There are two main panes in RStudio where we write and execute R commands, or R statements. We work with scripts in the script editor, to document our work, and with individual statements in the console.
As an example, we’ll look at a one-sample t-test. We’ll simulate data, so we know what the result should be, then perform the test.
You do most of your work in RStudio by writing, running, and saving scripts, files with sequences of R commands.
Start a new script by going to the File menu and clicking New File - R Script. You can do the same thing by clicking the New File icon on the toolbar.
You’ll notice you have the usual options for opening existing files and for saving script files in the menu and on the toolbar.
Yet another way you’ll open existing scripts is to click on them in the Files pane, in the lower right corner of the RStudio workspace.
Now, type the following commands into a new script:
x <- rnorm(25)
t.test(x)
This generates 25 observations from a random normal distribution with mean zero and a standard deviation of one. Then we perform a one-sample t-test. We expect we won’t reject the null hypothesis.
Each line in our script is a statement, a command to be run. To run these one-at-a-time move your cursor anywhere in the first line and key Ctrl-Enter. You can also click on the Run button at the top of the script editor. This not only runs the current command, but also moves the cursor to the next command, making it easy to walk step-by-step through your script.
To run more than one statement at a time, highlight all the code you want to run and then key Ctrl-Enter or click Run. (Be careful: you can highlight less than a full command, and R will try to execute only what you highlighted!)
One Sample t-test
data: x
t = -0.85712, df = 24, p-value = 0.3999
alternative hypothesis: true mean is not equal to 0
95 percent confidence interval:
-0.5343228 0.2207482
sample estimates:
mean of x
-0.1567873
If you try this example, you will certainly get different numbers, because we are generating random data. You might even get a result where you reject the null hypothesis! Why?
When you are in the midst of thinking your way through a problem, you will also find it useful to issue commands in the Console. The Console is the programmer’s scratch sheet of paper.
For example, suppose you have done the first step above, generating random numbers in a vector called x
. As a check, you decide you’d like to see the numbers generated, and calculate their mean, which should be close to zero.
In the Console, at the >
prompt, you type
x
[1] -1.09718699 0.04301967 -0.59282359 0.30116491 0.44059642 2.20407748
[7] -0.17392492 -0.12615702 -1.00326870 -0.96294769 -1.61037435 -0.27502236
[13] 0.07006282 -1.50444702 0.95271667 0.64445942 -1.56483325 -0.10622609
[19] 0.17223694 -1.00402994 0.34221631 0.87284991 0.88050756 -0.77238078
[25] -0.04996753
an implicit print()
function. The numbers look reasonable (most of the values are between -3 and 3, right?), so you follow up in the Console with
mean(x)
[1] -0.1567873
which is statistically close to zero. So if I now follow up with the t.test()

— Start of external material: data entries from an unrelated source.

"""Delimited text (layouts ``standard`` and ``mapped``): a file without quotes is split in bulk
(polars), any other goes through the csv module; both give the same rows.
"""

from __future__ import annotations

import csv
import io
import re
from pathlib import Path

import polars as pl

from pipeline.core import identifiers
from pipeline.core.settings import STANDARD_FIELDS, STANDARD_REQUIRED, SourceConfig
from pipeline.stages.ingest.inbox import FileFault, InboxFile, _decode, read_file_bytes
from pipeline.stages.ingest.rows import (
    _MASK,
    MIN_TOKEN_MASKED_IN_VALUES,
    PY_WHITESPACE,
    _apply_screen,
    _header_fault,
    _quarantine,
    _to_landed,
)

CHUNK_ROWS = 200_000


def fast_path_applies(text: str, delimiter: str) -> bool:
    """Whether a decoded file can be split line by line and field by field in bulk.

    Without the quote character, a CSV record is one line and a field is what lies between two
    delimiters (RFC 4180), which is all the csv module does then too. Anything else (a quote
    anywhere, a delimiter that is a quote or a line break) goes through the csv module, and so
    does a file with a line longer than the csv module's field limit, which it reports as a
    fault (:func:`_rows_in_bulk` declines it).
    """
    return '"' not in text and delimiter not in '"\r\n'


def withheld_text(fields: list[str]) -> str:
    """The raw text kept for a row whose fields cannot be matched to the header with certainty
    (too many or too few): the field count and each field's length, never the text, since a
    person token or a name may sit in any field.
    """
    return f"[text withheld: {len(fields)} fields, lengths {','.join(str(len(f)) for f in fields)}]"


def _rejoin(fields: list[str], delimiter: str) -> str:
    """A row's fields written back as one line of the file (quoted where the csv module
    would quote them); for a file without quotes, the line as read.
    """
    out = io.StringIO()
    # "\r\n" as the terminator: the csv module then quotes a field holding either character
    csv.writer(out, delimiter=delimiter, lineterminator="\r\n").writerow(fields)
    return out.getvalue()[:-2].replace("\r\n", "\n").replace("\r", "\n")


def _rows_by_csv(path: Path, text: str, delimiter: str, n_fields: int,
                 index: dict[str, int]) -> tuple[pl.DataFrame, list[tuple[int, list[str]]]]:  # fmt: skip
    """Rows of a file through the csv module: quoted fields, line breaks inside quotes."""
    token_idx = index["person_token"]
    reader = csv.reader(io.StringIO(text, newline=""), delimiter=delimiter)
    next(reader)  # the header
    lines: list[str] = []
    columns: dict[str, list] = {f: [] for f in ("line_no", "raw_text", "row_fault", *index)}
    schema = {k: pl.Int64 if k == "line_no" else pl.String for k in columns}
    chunks: list[pl.DataFrame] = []

    def flush() -> None:
        if columns["line_no"]:
            chunks.append(pl.DataFrame(columns, schema=schema))
            for values in columns.values():
                values.clear()

    del lines  # the raw text of a row is rebuilt from its fields (see withheld_text)
    start = 2
    rows_iter = iter(reader)
    sample: list[tuple[int, list[str]]] = []
    n_rows = 0
    while True:
        try:
            row = next(rows_iter)
        except StopIteration:
            break
        except csv.Error as exc:
            raise FileFault(
                f"{path}: line {reader.line_num}: cannot be read as CSV ({exc})"
            ) from None
        end = reader.line_num
        line_no, start = start, end + 1
        if not row or (len(row) == 1 and not row[0].strip()):
            continue  # blank line: not a row
        if identifiers.sampled(n_rows):
            sample.append((line_no, row))
        n_rows += 1
        fault = None
        if len(row) != n_fields:
            # the fields cannot be matched to the header with certainty: the text is not kept
            fault = f"wrong_field_count:{len(row)} fields, the header has {n_fields}"
            raw = withheld_text(row)
            row = (row + [""] * n_fields)[:n_fields]
        else:
            token = row[token_idx].strip()
            # masked field by field before the fields are written back: a token that needs
            # quoting (a delimiter, a quote) would otherwise survive in its escaped form
            raw = _rejoin([_MASK if i == token_idx and token else v.replace(token, _MASK) if token else v
                           for i, v in enumerate(row)], delimiter)  # fmt: skip
        columns["line_no"].append(line_no)
        columns["raw_text"].append(raw)
        columns["row_fault"].append(fault)
        # the token is masked in the other fields' values too: a value, unit or specimen id that
        # holds it would otherwise be kept, or quoted in a rejection's message
        token = row[token_idx].strip()
        mask = len(token) >= MIN_TOKEN_MASKED_IN_VALUES
        for f, i in index.items():
            columns[f].append(row[i].replace(token, _MASK) if mask and i != token_idx else row[i])
        if len(columns["line_no"]) >= CHUNK_ROWS:
            flush()
    flush()
    return (pl.concat(chunks) if chunks else pl.DataFrame(schema=schema)), sample


def _rows_in_bulk(text: str, delimiter: str, n_fields: int,
                  index: dict[str, int]) -> tuple[pl.DataFrame, pl.DataFrame] | None:  # fmt: skip
    """The same rows as :func:`_rows_by_csv`, for a file :func:`fast_path_applies` to: the
    lines split in polars, :data:`BULK_SLICE_LINES` lines a pass. Returns the rows and the
    identifier screen's sample (line, field position, value: the fields as read, before any
    padding), or None for a file with a line over the csv module's field limit (left to the
    csv module, which names the line).
    """
    if "\r" in text:  # a line ends at \r\n, \n or \r, as for the csv module
        text = text.replace("\r\n", "\n").replace("\r", "\n")
    lines = (
        pl.DataFrame({"raw_text": [text]})
        .select(pl.col("raw_text").str.split("\n"))
        .explode("raw_text")
    )
    limit = csv.field_size_limit()
    if len(text) > limit and lines["raw_text"].str.len_chars().max() > limit:
        return None
    numbered = (
        lines.with_row_index("line_no", offset=1)
        .slice(1)  # the header
        .with_columns(pl.col("line_no").cast(pl.Int64))
    )
    del lines
    parts, samples, seen = [], [], 0
    for start in range(0, max(numbered.height, 1), BULK_SLICE_LINES):
        rows, sample = _bulk_slice(
            numbered.slice(start, BULK_SLICE_LINES), delimiter, n_fields, index, seen
        )
        parts.append(rows)
        samples.append(sample)
        seen += rows.height
    return pl.concat(parts), pl.concat(samples)


#: Lines the bulk reader splits per pass. A whole file at once held about seven times the file's
#: size in intermediate columns (a 41 MB file of 500k rows peaked 600 MB above the rows it gave,
#: beside the run's other file read ahead and DuckDB's buffer); passes of this many lines keep
#: that to a slice's share, and the rows are the same (tests/unit/stages/ingest).
BULK_SLICE_LINES = 100_000


def _bulk_slice(lines: pl.DataFrame, delimiter: str, n_fields: int, index: dict[str, int],
                seen: int) -> tuple[pl.DataFrame, pl.DataFrame]:  # fmt: skip
    """:func:`_rows_in_bulk` for one slice of its numbered lines; ``seen``: the rows (lines that
    are not blank) of the slices before it, so that the identifier screen samples the same rows
    as in one pass.
    """
    fields = pl.col("fields")
    n = fields.list.len()
    frame = (
        lines.with_columns(pl.col("raw_text").str.split(delimiter).alias("fields"))
        # a blank line (nothing but white space) is not a row; its number is still counted
        .filter(~((n == 1) & (fields.list.first().str.strip_chars(PY_WHITESPACE) == "")))
    )
    sample = (
        frame.with_row_index("row", offset=seen)
        .filter(identifiers.sampled_mask(pl.col("row").cast(pl.Int64)))
        .select(pl.col("line_no").alias("line"), fields.alias("value"),
                pl.int_ranges(0, fields.list.len(), dtype=pl.Int64).alias("position"))
        .explode("value", "position")
        .filter(pl.col("value") != "")
    )  # fmt: skip

    def field(i: int) -> pl.Expr:  # a short row is padded with empty fields
        return fields.list.get(i, null_on_oob=True).fill_null("")

    token_idx = index["person_token"]
    token = field(token_idx).str.strip_chars(PY_WHITESPACE)
    # as _rejoin: the token field is the mask, and the token masked in every other field, field
    # by field (masking the joined text would mask the token again inside an earlier mask)
    masked = pl.concat_str(
        [pl.when(token != "").then(pl.lit(_MASK)).otherwise(field(i)) if i == token_idx
         else pl.when(token != "").then(field(i).str.split(token).list.join(_MASK)).otherwise(field(i))
         for i in range(n_fields)], separator=delimiter)  # fmt: skip
    withheld = pl.format(
        "[text withheld: {} fields, lengths {}]", n,
        fields.list.eval(pl.element().str.len_chars().cast(pl.String)).list.join(","))  # fmt: skip
    # the usual row (fields match the header, the token in no other field) is the line with the
    # token field masked: splitting every field at a pattern of its own row and writing the
    # rows withheld took most of this function (16 % of a run at 30M results), so that is done
    # only for the few rows that need it
    elsewhere = [
        field(i).str.contains(token, literal=True) for i in range(n_fields) if i != token_idx
    ]
    unusual = (n != n_fields) | ((token != "") & pl.any_horizontal(elsewhere or [pl.lit(False)]))
    frame = frame.with_columns(unusual.alias("_unusual"))
    fault = pl.format("wrong_field_count:{} fields, the header has {}", n, pl.lit(n_fields))
    values = [field(i).alias(f) for f, i in index.items()]
    # as in _rows_by_csv, the token is masked in the other fields' values too
    masked_values = [
        field(i).alias(f) if i == token_idx
        else pl.when(token.str.len_chars() >= MIN_TOKEN_MASKED_IN_VALUES)
        .then(field(i).str.split(token).list.join(_MASK)).otherwise(field(i)).alias(f)
        for f, i in index.items()
    ]  # fmt: skip
    usual = frame.filter(~pl.col("_unusual")).select(
        "line_no",
        pl.when(token != "").then(pl.concat_str(
            [pl.lit(_MASK) if i == token_idx else field(i) for i in range(n_fields)],
            separator=delimiter)).otherwise(pl.col("raw_text")).alias("raw_text"),
        pl.lit(None, dtype=pl.String).alias("row_fault"),
        *values,
    )  # fmt: skip
    other = frame.filter(pl.col("_unusual")).select(
        "line_no",
        # as withheld_text and _rejoin: a row whose fields do not match the header keeps no
        # text; any other keeps its fields with the token's every occurrence masked
        pl.when(n != n_fields).then(withheld).otherwise(masked).alias("raw_text"),
        pl.when(n != n_fields).then(fault)
        .otherwise(pl.lit(None, dtype=pl.String)).alias("row_fault"),
        *masked_values,
    )  # fmt: skip
    rows = pl.concat([usual, other]).sort("line_no") if other.height else usual
    return rows, sample


def read_delimited(source: SourceConfig, item: InboxFile, reader: str = "auto",
                   places: tuple[str, ...] = ()) -> pl.DataFrame:  # fmt: skip
    """Read a standard-layout or mapped delimited file into landed rows.

    ``reader``: ``auto`` splits a file without quotes in bulk and reads any other through the
    csv module; ``csv`` always uses the csv module, ``bulk`` requires the bulk path (both for
    tests: the two give the same rows).
    """
    path = item.path
    text = _decode(path, read_file_bytes(path), source.encoding)
    if not text.strip():
        raise FileFault(f"{path}: the file is empty")
    if source.layout == "standard":
        wanted = {f: f for f in STANDARD_FIELDS}
        required = {f: f for f in STANDARD_REQUIRED}
    else:
        wanted = dict(source.columns)
        required = {f: c for f, c in source.columns.items() if f in STANDARD_REQUIRED}
    try:
        first = next(csv.reader(io.StringIO(text, newline=""), delimiter=source.delimiter))
    except csv.Error as exc:
        raise FileFault(f"{path}: line 1: the header cannot be read as CSV ({exc})") from None
    header = [h.strip() for h in first]
    twice = sorted({h for h in header if header.count(h) > 1})
    if twice:
        raise FileFault(f"{path}: line 1: the header names the column(s) {twice} more than once; which one "
                        "to read is not certain: ask the lab for a file with one column of each name")  # fmt: skip
    fault = _header_fault(path, header, required, source.delimiter)
    if fault:
        raise FileFault(fault)
    index = {f: header.index(c) for f, c in wanted.items() if c in header}
    extra = [h for h in header if h not in wanted.values()]
    if extra:
        item.notes.append(f"columns not in the layout, ignored: {', '.join(extra)}")
    bulk = fast_path_applies(text, source.delimiter)
    split = (
        _rows_in_bulk(text, source.delimiter, len(header), index)
        if bulk and reader != "csv"
        else None
    )
    if reader == "bulk" and split is None:
        raise ValueError(f"{path}: the bulk reader does not apply to this file")
    if split is not None:
        frame, sample = split
    else:
        frame, sample_rows = _rows_by_csv(path, text, source.delimiter, len(header), index)
        sample = None
    cut_short = source.last_line_end == "required" and not text.endswith(("\n", "\r"))
    cut_short = cut_short and bool(re.split(r"\r\n|\n|\r", text[-4096:])[-1].strip())
    del text
    if not frame.height:
        raise FileFault(f"{path}: the file has a header but no rows")
    aliases = {c: f for f, c in wanted.items()}
    births = [c for f, c in wanted.items() if f == "birth_year"]
    if sample is None:
        findings = identifiers.screen_table(header, sample_rows, births, places)
    else:
        findings = identifiers.screen_values(header, sample, births, places)
    frame = _quarantine(frame, _apply_screen(source, item, path, findings, aliases))
    if cut_short:  # the last row, unless a fault already rejects it
        last = frame["line_no"].max()
        frame = frame.with_columns(
            pl.when((pl.col("line_no") == last) & pl.col("row_fault").is_null())
            .then(pl.lit(TRUNCATED)).otherwise(pl.col("row_fault")).alias("row_fault"))  # fmt: skip
    for f in STANDARD_FIELDS:
        if f not in frame.columns:
            frame = frame.with_columns(pl.lit(None, dtype=pl.String).alias(f))
    return _to_landed(frame, source, item)


#: The row_fault of a last line without a line end (see SourceConfig.last_line_end).
TRUNCATED = ("truncated_line:the file's last line has no line end and may have been cut short; ask the "
             "lab to send the file again (or set last_line_end: optional if its files end so)")  # fmt: skip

in my script, my result should be not statistically significant.
R keeps track of your command history, whether the command was run from a script of from the Console. In the Console you can scroll through this history with either with the up- and down- arrows on your keyboard (the ones you use to move your cursor in a document).
For example, you could use this to quickly generate a new sample, and run a new t-test.
You can also access your command history in Rstudio’s History pane (upper right, tabbed with Environment). Here you can highlight one or more commands and send them to the Console. You can also send commands “to Source” (your script), turning your scratch work into something you can save.
Create a script where you generate random observations, and test the hypothesis that the mean is zero with a t.test.
You can generate n
random observations from a distribution with mean m
and a standard deviation of 1 with rnorm(n, mean=m)
.
After you have run the data-generating command, use the Console to check the mean and standard deviation (sd()
) of your data. Look about right?
From our working example script, highlight and run just x
in the line
t.test(x)
R expressions can be nested. For instance, we might write:
t.test(rnorm(15))
To step through this statement, first highlight and run rnorm(15)
, to verify that you understand what that piece of code does. Then highlight and run the entire statement. Did you get the answer you expected?